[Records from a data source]
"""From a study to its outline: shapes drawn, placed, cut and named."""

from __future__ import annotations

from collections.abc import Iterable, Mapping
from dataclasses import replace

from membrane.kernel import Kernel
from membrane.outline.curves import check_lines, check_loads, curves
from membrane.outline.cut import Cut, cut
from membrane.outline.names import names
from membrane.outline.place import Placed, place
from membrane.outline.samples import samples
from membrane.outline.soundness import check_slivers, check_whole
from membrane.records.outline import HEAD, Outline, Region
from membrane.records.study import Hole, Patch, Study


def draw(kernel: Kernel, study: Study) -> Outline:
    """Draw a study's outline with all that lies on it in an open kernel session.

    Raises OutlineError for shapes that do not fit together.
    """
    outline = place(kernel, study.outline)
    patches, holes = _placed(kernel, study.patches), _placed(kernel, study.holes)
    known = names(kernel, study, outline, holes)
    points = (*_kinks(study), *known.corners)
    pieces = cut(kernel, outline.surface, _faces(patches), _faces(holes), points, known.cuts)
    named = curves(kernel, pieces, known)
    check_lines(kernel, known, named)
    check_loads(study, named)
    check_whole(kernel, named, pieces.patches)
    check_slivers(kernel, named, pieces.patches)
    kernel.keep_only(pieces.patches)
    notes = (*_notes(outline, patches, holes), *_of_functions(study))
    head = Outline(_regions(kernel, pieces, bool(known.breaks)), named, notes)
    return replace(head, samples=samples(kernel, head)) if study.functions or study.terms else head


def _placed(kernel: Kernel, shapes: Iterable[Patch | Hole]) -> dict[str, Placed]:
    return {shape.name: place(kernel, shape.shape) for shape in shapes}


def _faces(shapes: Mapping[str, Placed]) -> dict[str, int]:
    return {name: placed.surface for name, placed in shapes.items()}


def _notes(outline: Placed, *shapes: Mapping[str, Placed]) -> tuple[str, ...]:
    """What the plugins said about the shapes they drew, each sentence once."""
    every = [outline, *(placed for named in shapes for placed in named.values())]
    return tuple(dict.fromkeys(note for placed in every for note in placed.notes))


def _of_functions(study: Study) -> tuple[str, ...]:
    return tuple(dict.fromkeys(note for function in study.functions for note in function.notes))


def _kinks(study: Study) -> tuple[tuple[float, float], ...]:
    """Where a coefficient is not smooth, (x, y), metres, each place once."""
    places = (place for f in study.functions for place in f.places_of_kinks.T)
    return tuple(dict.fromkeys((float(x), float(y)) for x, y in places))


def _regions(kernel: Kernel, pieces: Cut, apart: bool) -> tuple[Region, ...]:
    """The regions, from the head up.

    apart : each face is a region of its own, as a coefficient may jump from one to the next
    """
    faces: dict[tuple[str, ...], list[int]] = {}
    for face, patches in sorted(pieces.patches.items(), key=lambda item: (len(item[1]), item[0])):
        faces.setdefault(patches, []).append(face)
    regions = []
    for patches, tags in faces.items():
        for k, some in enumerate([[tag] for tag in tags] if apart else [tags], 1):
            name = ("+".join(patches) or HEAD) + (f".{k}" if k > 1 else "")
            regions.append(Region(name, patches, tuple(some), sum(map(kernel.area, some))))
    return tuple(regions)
---
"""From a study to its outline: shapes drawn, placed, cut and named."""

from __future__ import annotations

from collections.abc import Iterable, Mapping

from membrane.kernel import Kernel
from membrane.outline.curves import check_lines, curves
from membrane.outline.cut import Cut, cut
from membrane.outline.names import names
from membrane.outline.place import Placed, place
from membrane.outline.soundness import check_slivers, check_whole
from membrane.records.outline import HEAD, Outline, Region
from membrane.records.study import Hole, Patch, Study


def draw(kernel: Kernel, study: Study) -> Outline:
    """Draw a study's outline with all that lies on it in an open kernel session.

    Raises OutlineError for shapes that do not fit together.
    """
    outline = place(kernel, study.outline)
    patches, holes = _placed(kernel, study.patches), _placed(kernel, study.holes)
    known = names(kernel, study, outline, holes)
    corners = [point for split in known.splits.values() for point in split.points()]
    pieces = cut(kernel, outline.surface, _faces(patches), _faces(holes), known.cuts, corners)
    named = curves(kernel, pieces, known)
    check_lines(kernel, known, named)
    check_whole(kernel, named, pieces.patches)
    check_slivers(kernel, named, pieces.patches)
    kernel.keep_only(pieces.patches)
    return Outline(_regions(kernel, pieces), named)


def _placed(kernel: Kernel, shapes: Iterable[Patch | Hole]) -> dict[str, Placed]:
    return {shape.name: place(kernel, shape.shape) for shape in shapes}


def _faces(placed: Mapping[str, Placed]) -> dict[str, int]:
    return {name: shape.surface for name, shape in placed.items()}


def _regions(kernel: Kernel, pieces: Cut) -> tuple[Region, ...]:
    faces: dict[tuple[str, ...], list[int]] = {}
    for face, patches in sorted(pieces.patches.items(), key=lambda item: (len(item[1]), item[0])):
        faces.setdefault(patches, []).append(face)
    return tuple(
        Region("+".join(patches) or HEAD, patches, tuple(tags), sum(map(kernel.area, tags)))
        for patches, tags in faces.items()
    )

| Task to carry out |
Your answer should be the lines above from the one containing "def _faces(shapes: Mapping[str, Placed])" through the one containing "def _kinks(study: Study)", copied exactly and with both ends kept.

| Task answer |
def _faces(shapes: Mapping[str, Placed]) -> dict[str, int]:
    return {name: placed.surface for name, placed in shapes.items()}


def _notes(outline: Placed, *shapes: Mapping[str, Placed]) -> tuple[str, ...]:
    """What the plugins said about the shapes they drew, each sentence once."""
    every = [outline, *(placed for named in shapes for placed in named.values())]
    return tuple(dict.fromkeys(note for placed in every for note in placed.notes))


def _of_functions(study: Study) -> tuple[str, ...]:
    return tuple(dict.fromkeys(note for function in study.functions for note in function.notes))


def _kinks(study: Study) -> tuple[tuple[float, float], ...]:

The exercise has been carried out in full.